Network News

X My Profile
View More Activity
2.7%  Q1 GDP    4.57%  avg. 30-year mortgage     9.5%  Unemployment

Cantor Retreat May Unclog Deal Talks

While one key House Republican sent an ultimatum this morning, another offered a critical olive branch that could provide the political support for what some are calling a "hybrid" bailout deal.

Rep. Eric Cantor (R-Va.), the lead author of an alternative GOP proposal, said minutes ago that he's willing to give Treasury Secretary Hank Paulson some authority to purchase the most troubled securities linked to failing mortgages -- a softening of the position he and other renegade Republicans outlined in unveiling their proposal yesterday.

Cantor acknowledged today in comments to The Post that some of the "exotic sliced and diced" mortgage-backed securities are of such little value -- because the underlying mortgages are already deep in foreclosure -- that using his preferred approach of federally insuring them is pointless.

"So you've got to go with Paulson's model," Cantor said, endorsing the federal purchase of those securities to clean up the books for financial firms in distress.

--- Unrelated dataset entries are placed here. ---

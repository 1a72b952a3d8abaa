import { afterAll, beforeAll, describe, expect, it } from 'vitest';
import { DEMO_ROOM_MESSAGE, seedDemoRoom } from '../../server/db/demoRoom.ts';
import { DEMO_WORKSHOP, seedDemo } from '../../server/db/seed.ts';
import { modelsFor } from '../../server/db/models/index.ts';
import { buildPiece } from '../../shared/engine/index.ts';
import { validateSpec } from '../../shared/engine/params.ts';
import { envelopeFromResult } from '../../shared/room/pieceEnvelope.ts';
import { fitRoom } from '../../shared/room/fitRoom.ts';
import { parseRoomSection } from '../../shared/room/parseRoom.ts';
import { buildTestApp } from '../support/testApp.ts';

let app: ReturnType<typeof buildTestApp>;
beforeAll(async () => {
  app = buildTestApp();
  await seedDemo(app.sequelize);
});
afterAll(() => app.close());

async function demoChest() {
  const models = modelsFor(app.sequelize);
  const workshop = await models.Workshop.findOne({ where: { name: DEMO_WORKSHOP } });
  const chest = await models.Design.findOne({ where: { workshopId: workshop!.id, title: 'Blanket chest, white oak' } });
  const revisions = await models.Revision.findAll({ where: { designId: chest!.id }, order: [['number', 'ASC']] });
  return { chest: chest!, revisions };
}

describe('seedDemoRoom', () => {
  it('gives the demo chest its bedroom as a revision of its own, after the earlier ones', async () => {
    const { revisions } = await demoChest();
    const measured = revisions.filter((r) => r.message === DEMO_ROOM_MESSAGE);
    expect(measured).toHaveLength(1);
    const before = revisions.find((r) => r.number === measured[0]!.number - 1)!;
    expect(before.spec.room).toBeUndefined();
    expect(measured[0]!.spec.params).toEqual(before.spec.params);
  });

  it('stands the demo chest where every room-fit check passes, its open lid clear of the sill', async () => {
    const { revisions } = await demoChest();
    const spec = revisions.find((r) => r.message === DEMO_ROOM_MESSAGE)!.spec;
    const fit = fitRoom(parseRoomSection(spec.room), envelopeFromResult(buildPiece(validateSpec(spec))));
    expect(fit.checks.find((c) => c.id === 'lid-open')?.passed).toBe(true);
    expect(fit.checks.filter((c) => !c.passed).map((c) => c.id)).toEqual([]);
  });

  it('adds nothing when run again', async () => {
    const { chest, revisions } = await demoChest();
    expect(await seedDemoRoom(app.sequelize, chest.id, revisions[0]!.authorId!)).toBe(false);
    expect((await demoChest()).revisions).toHaveLength(revisions.length);
  });
});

In exchange, Cantor said he is seeking some sort of assurance that the Treasury secretary would also be allowed to create Cantor's insurance program -- similar to that of Fannie Mae and Freddie Mac -- on the other mortgages, charging premiums to the firms holding securities tied to those mortgages.

Cantor's compromise could provide the outline for how a final deal would take shape, as House Speaker Nancy Pelosi (D-Calif.) indicated that the legislation being crafted may already give Treasury such authority. "I don't think there's anything in the bill that prohibits that authority," she told The Post.

Cantor joined House Republicans for a lunchtime meeting that could prove pivotal to the bailout talks, as his political mentor, Rep. Roy Blunt (R-Mo.), minority whip, took over as the lead House Republican negotiator.

Meanwhile, House Minority Leader John Boeher (R-Ohio) sent Pelosi a letter issuing her an ultimatum saying the Cantor insurance proposal must be considered or else the deal falls apart.

"I ask you and your Democratic colleagues to give the House Republican working group's proposals serious consideration as this process moves forward.  If such consideration is not given, a large majority of Republicans cannot -- and will not -- support Sec. Paulson's plan," Boehner wrote.

-- Paul Kane

By Frank Ahrens  |  September 26, 2008; 1:05 PM ET
Categories:  The Ticker  
Save & Share:  Send E-mail   Facebook   Twitter   Digg   Yahoo Buzz   Del.icio.us   StumbleUpon   Technorati   Google Buzz   Previous: Frank: Deal Only 'Few Days' Away
Next: What has become of the private mortgage insurance that borrowers paid monthly to insure mortgage lenders?

Comments

Us Population 301,139,149

Considering the population is just over 300 million, what a bailout it would be if instead of giving one person $700 Billion, we gave everyone in America a million dollars. Everyone could pay off their houses, mortgages and loans and still have money to invest or put in banks. It’s less expensive, easier to manage and certainly would stimulate the US economy directly instead of giving Billions to Wall Street fat cats and the failed Bush Administration who have proven they cannot be trusted with our taxpayer money

Posted by: Dubya | September 26, 1908 1:29 PM | Report abuse

I hope someone's explained to Boehner the difference between "consideration" and "acceptance".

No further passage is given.